1. Organisation and Stakeholders Flashcards
What is the definition of an Organisation?
An organisation is a social arrangement for the controlled performance of collective goals.
What are the role of public sector organisations, and who controls them?
To provide central or local government services and are under the control of government organisations.
What is on the the x-axis of Mendelow’s Matrix?
Power/influence
How should stakeholders in section A of Mendelow’s Matrix be treated? Give an example of one such party.
With minimal effort as they have little power and influence. Examples of stakeholders in section A might be contracted workers.
How should stakeholders in section B of Mendelow’s Matrix be treated? Give an example of one such party.
People in section B should be kept informed as they may not have power to influence company activites but their views can influence shareholders perhaps by lobbying. An example of this is a community representative.
How should stakeholders in section C of Mendelow’s Matrix be treated? Give an example of one such party.

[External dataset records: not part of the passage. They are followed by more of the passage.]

"""How an execution can end badly, told apart: the one place where foreign exceptions become the book's own."""

import re
import signal
from dataclasses import dataclass
from typing import Any

from bandbook.errors import AuthorError, BandbookError, PhysicsError, Problem, RunError, WorkingsError
from bandbook.notebooks.outputs import notebook_bytes

#: Exceptions of a study that mean: the numbers failed.
_NUMERICAL = ("LinAlgError", "ArpackError", "ArpackNoConvergence", "FloatingPointError", "OverflowError", "MemoryError")


@dataclass(frozen=True)
class Ended:
    """Where and how an execution ended.

    Attributes:
        notebook: As far as it ran, tidied.
        index: Number of the cell that ran last, from 0.
        timeout: Longest time of one cell, s.
        exit_code: How the kernel ended by itself; negative by a signal; ``None`` when it still ran.
    """

    notebook: Any
    index: int
    timeout: float
    exit_code: int | None = None

    @property
    def cell(self) -> Any:
        """The cell that ran last."""
        return self.notebook.cells[self.index]

    @property
    def step(self) -> int:
        """Number of the step that ran last, from 1; 0 before the first."""
        name, _, number = self.cell.id.partition("-")
        return int(number) if name == "step" else 0

    @property
    def is_study(self) -> bool:
        """Whether that step asks a study."""
        return bool(self.step) and _is_study(self.cell)

    @property
    def workings(self) -> int:
        """Number of the workings block that ran last, from 1; 0 when it was a study."""
        steps = [cell for cell in self.notebook.cells[: self.index + 1] if cell.id.startswith("step-")]
        return 0 if self.is_study else sum(not _is_study(cell) for cell in steps)


def _is_study(cell: Any) -> bool:
    return re.fullmatch(r"answer\('\w+'\)", cell.source) is not None


def error_of(error: Exception, ended: Ended) -> BandbookError:
    """Return what went wrong as the book's own error, with its step and the notebook as far as it ran."""
    from nbclient.exceptions import CellExecutionError, CellTimeoutError

    if isinstance(error, CellExecutionError):
        found = _failed(error, ended)
    elif isinstance(error, CellTimeoutError):
        found = _late(error, ended)
    else:
        found = _died(error, ended)
    found.step, found.notebook = ended.step, notebook_bytes(ended.notebook)
    return found


def _late(error: Exception, ended: Ended) -> RunError:
    if "IOPub" in str(error):
        text = "a cell ended, its outputs did not arrive; a run is kept only when all of it is; display less, run again"
    else:
        found = f"a cell ran longer than {ended.timeout:g} s"
        text = f"{found}; the limit is the book's option timeout; make the cell faster, or raise the limit"
    return RunError(text, reason="timed out")


def _died(error: Exception, ended: Ended) -> RunError:
    code = ended.exit_code
    allowed = "a run needs its kernel to the end"
    if code is not None and code < 0:
        name = signal.Signals(-code).name if -code in set(signal.Signals) else f"signal {-code}"
        remedy = "look at its workings and at the memory they need, then run again"
        return RunError(f"the kernel was killed ({name}); {allowed}; {remedy}", reason="killed")
    if code is not None or type(error).__name__ == "DeadKernelError":
        shown = f" (exit status {code})" if code else ""
        return RunError(f"the kernel died before the notebook ended{shown}; {allowed}; take out what ends the process")
    return RunError(f"the kernel could not be used ({type(error).__name__}: {error}); {allowed}; run again")


def _failed(error: Any, ended: Ended) -> BandbookError:
    """Return the error of a failing cell, by the class that was raised in it and the cell's kind."""
    outputs = [output for output in ended.cell.outputs if output.output_type == "error"]
    name, value = (outputs[-1].ename, outputs[-1].evalue) if outputs else (error.ename, error.evalue)
    traceback = "\n".join(outputs[-1].traceback) if outputs else f"{name}: {value}"
    if name == "SystemExit":
        return _died(error, Ended(ended.notebook, ended.index, ended.timeout, 0))
    if ended.is_study:
        return _refused(name, value, traceback, ended)
    if ended.step == 0:
        return RunError(f"the kernel could not begin ({name}: {value}); it needs bandbook; mend the installation")
    text = f"{_what(name, value)}; workings must run to their end; mend them, then run again"
    lines = [line for output in ended.cell.outputs for line in output.get("traceback", [])]
    own = re.findall(rf"Cell In\[{ended.cell.execution_count}\], line (\d+)", "\n".join(lines))
    failed = WorkingsError(text, cell=ended.workings, source=ended.cell.source, traceback=traceback)
    failed.offset = int(own[-1]) if own else 0
    return failed


def _refused(name: str, value: str, traceback: str, ended: Ended) -> BandbookError:
    """Return the error of a failing study, told at the block of its system where the model could not be built."""
    prefix = re.match(r"system (\w+):0: ", value)
    lines = [line.removeprefix(prefix[0] if prefix else "") for line in value.splitlines()] or [""]
    found: BandbookError
    if name == "AuthorError":
        found = AuthorError([_problem(line) for line in lines])
    elif name == "PhysicsError":
        found = PhysicsError("\n".join(lines))
    elif name in _NUMERICAL:
        allowed = "every number must be finite and every matrix solvable"
        found = PhysicsError(f"the numbers failed ({name}: {value}); {allowed}; ask a smaller or a simpler system")
    else:
        allowed = "a study must end without an exception"
        text = f"{_what(name, value)}; {allowed}; look at its traceback and at the code it uses"
        found = WorkingsError(
            "\n".join(lines) if name == "WorkingsError" else text, source=ended.cell.source, traceback=traceback
        )
    found.system = prefix[1] if prefix else ""
    return found


def _what(name: str, value: str) -> str:
    return f"{name}: {value}" if value else name


def _problem(line: str) -> Problem:
    """Return the problem that a kernel printed in one line."""
    found, allowed, remedy = [*line.split("; ", 2), "", ""][:3]
    return Problem(found or "a mistake", allowed or "see the manual", remedy or "correct it")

Stakeholders in section C must be kept satisfied. Whilst passive they are capable of movement to section D thus must be treated with care. An example of this is a large institutional shareholder.
How should stakeholders in section D of Mendelow’s Matrix be treated? Give an example of one such party.
They are key players and the organisations strategy must be acceptable to them. Key stakeholders may participate in decision making.
What is the principal/agent problem?
This occurs where the managers/agents are managing an organisation to meet their own needs and not the needs of the owner/provider of finance.
What is x-inefficiency?
Organisational slack, another name for the principal/agent problem where the managers are focused on achieving their own agenda as opposed to maximising the entity’s performance.
What is a quango?
A quango is a quasi-autonomous non-governmental organisation funded by but not directly controlled by the governments regulatory bodies.
What is the value for money framework for economy?
The purchase of inputs of appropriate quality at minimum cost.
What is the value for money framework for efficiency?
Maximising output from given inputs, or minimising inputs for a given output.
What is the value for money framework for effectiveness?
Achieving an organisations objectives.
What is a stakeholder?
People or groups with an interest in an organisations strategy and activities.
What is corporate governance?
The systems by which companies are directed and controlled.